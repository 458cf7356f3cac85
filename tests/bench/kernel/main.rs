//! Time of one evaluation: value, value with gradient, the same steady state by a general-purpose exponential; ratios.

mod general;

use criterion::{Criterion, criterion_group, criterion_main};
use std::hint::black_box;
use std::path::Path;
use std::time::Instant;
use widefront::evaluate::Setup;
use widefront::search::Context;
use widefront::search::constrained::Constrained;
use widefront::search::problem::{Goal, SliceProblem};
use widefront::search::quadratic::MOST_VARIABLES;
use widefront::search::space::{cells, slices};
use widefront::stage::{Coil, Sizing};
use widefront::steady::circuit::Circuit;
use widefront::steady::period::{self, ALL_HARMONICS};
use widefront::study::Objective;
use widefront::{evaluate, study, technology};

fn kernel(c: &mut Criterion) {
    let path = Path::new(env!("CARGO_MANIFEST_DIR")).join("configs/studies/quick.toml");
    let file = study::read(&path).expect("study");
    let technology = technology::read_for(&file).expect("technology").technology;
    let setup = Setup::new(&file.study, &technology).expect("setup");
    for dead_time in [0.05, 0.0] {
        let sizing = Sizing {
            supply_v: 1.2,
            loaded_q: 4.0,
            nmos_width_m: 600e-6,
            width_ratio: 2.0,
            reactance: 0.5,
            dead_time,
            stages: 5,
        };
        let coil = Coil {
            inductance_h: 1.7e-9,
            resistance_ohm: 2.0,
            area_m2: 1e-7,
        };
        let phases = if dead_time > 0.0 { 4 } else { 2 };
        c.bench_function(&format!("steady state and leg, {phases} phases"), |b| {
            b.iter(|| {
                evaluate::core(
                    black_box(&setup),
                    black_box(&sizing),
                    black_box(&coil),
                    ALL_HARMONICS,
                )
            });
        });
        let circuit = evaluate::core(&setup, &sizing, &coil, ALL_HARMONICS)
            .expect("a design")
            .circuit;
        c.bench_function(&format!("steady state alone, {phases} phases"), |b| {
            b.iter(|| period::figures(black_box(&circuit), ALL_HARMONICS));
        });
        if phases == 4 {
            same_figures(&circuit);
            c.bench_function("the same by a general-purpose exponential", |b| {
                b.iter(|| general::period(black_box(&circuit)));
            });
            ratio(
                "general-purpose exponential over own",
                || period::figures(black_box(&circuit), ALL_HARMONICS),
                || general::period(black_box(&circuit)),
            );
        }
    }
    let space = file.study.space.as_ref().expect("space");
    let objectives = &file.study.search.objectives;
    let context = Context::new(&setup, space, objectives, 1);
    let cell = cells(space)[1];
    let slices = slices(space, &cell);
    let problem = SliceProblem {
        setup: &setup,
        slice: &slices[0],
        coil: context.coil_source(slices[0].turns).expect("coil"),
        goal: Goal {
            best: Objective::Efficiency,
            least_ln_power: None,
            most_ln_area: None,
        },
    };
    // Width, ratio, trace, diameter, reactance, dead time, residuals; the first diameter whose design exists.
    let point = (1..20)
        .map(|place| {
            let mut point = [0.0; MOST_VARIABLES];
            let diameter = f64::from(place) / 20.0;
            point[..8].copy_from_slice(&[0.5, 0.3, 0.4, diameter, 0.1, 0.4, 0.3, 0.3]);
            point
        })
        .find(|point| problem.merits(point).is_ok())
        .expect("some diameter gives a design");
    c.bench_function("value alone", |b| {
        b.iter(|| problem.merits(black_box(&point[..8])));
    });
    c.bench_function("value and gradient in 8 variables", |b| {
        b.iter(|| problem.assess(black_box(&point)));
    });
    ratio(
        "value and gradient over value",
        || problem.merits(black_box(&point[..8])),
        || problem.assess(black_box(&point)),
    );
}

/// Time of `two` over that of `one`: medians of batches taken in turn, so that a busy machine slows both.
fn ratio<A, B>(what: &str, mut one: impl FnMut() -> A, mut two: impl FnMut() -> B) {
    const BATCHES: usize = 51;
    const CALLS: u32 = 200;
    let mut spent = [Vec::new(), Vec::new()];
    for _ in 0..BATCHES {
        let start = Instant::now();
        (0..CALLS).for_each(|_| drop(black_box(one())));
        let middle = Instant::now();
        (0..CALLS).for_each(|_| drop(black_box(two())));
        spent[0].push(middle.duration_since(start).as_secs_f64());
        spent[1].push(middle.elapsed().as_secs_f64());
    }
    let [one_s, two_s] = spent.map(|mut s| {
        s.sort_by(f64::total_cmp);
        s[BATCHES / 2] / f64::from(CALLS)
    });
    println!(
        "ratio: {what}: {:.2} us / {:.2} us = {:.2}",
        1e6 * two_s,
        1e6 * one_s,
        two_s / one_s
    );
}

/// Both ways give the same figures, or their times are no comparison.
fn same_figures(circuit: &Circuit<f64>) {
    const AGREEMENT: f64 = 1e-8;
    let own = period::figures(circuit, ALL_HARMONICS).expect("a steady state");
    let other = general::period(circuit);
    let pairs = [
        (own.supply_power_w, other.supply_power_w),
        (own.switch_dissipation_w, other.switch_dissipation_w),
        (own.current_squared_a2, other.current_squared_a2),
        (own.output_squared_v2, other.output_squared_v2),
    ];
    let harmonics = own.harmonic_v.into_iter().zip(other.harmonic_v);
    for (a, b) in pairs.into_iter().chain(harmonics) {
        assert!((a - b).abs() <= AGREEMENT * a.abs(), "own {a}, general {b}");
    }
    let [low, high] = other.drain_v;
    assert!(low < high);
}

criterion_group!(benches, kernel);
criterion_main!(benches);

----

Task brief:
Copy every line of the material above in which the string "kernel" can be found.

Answer for this exercise:
filename tests/bench/kernel/main.rs
fn kernel(c: &mut Criterion) {
criterion_group!(benches, kernel);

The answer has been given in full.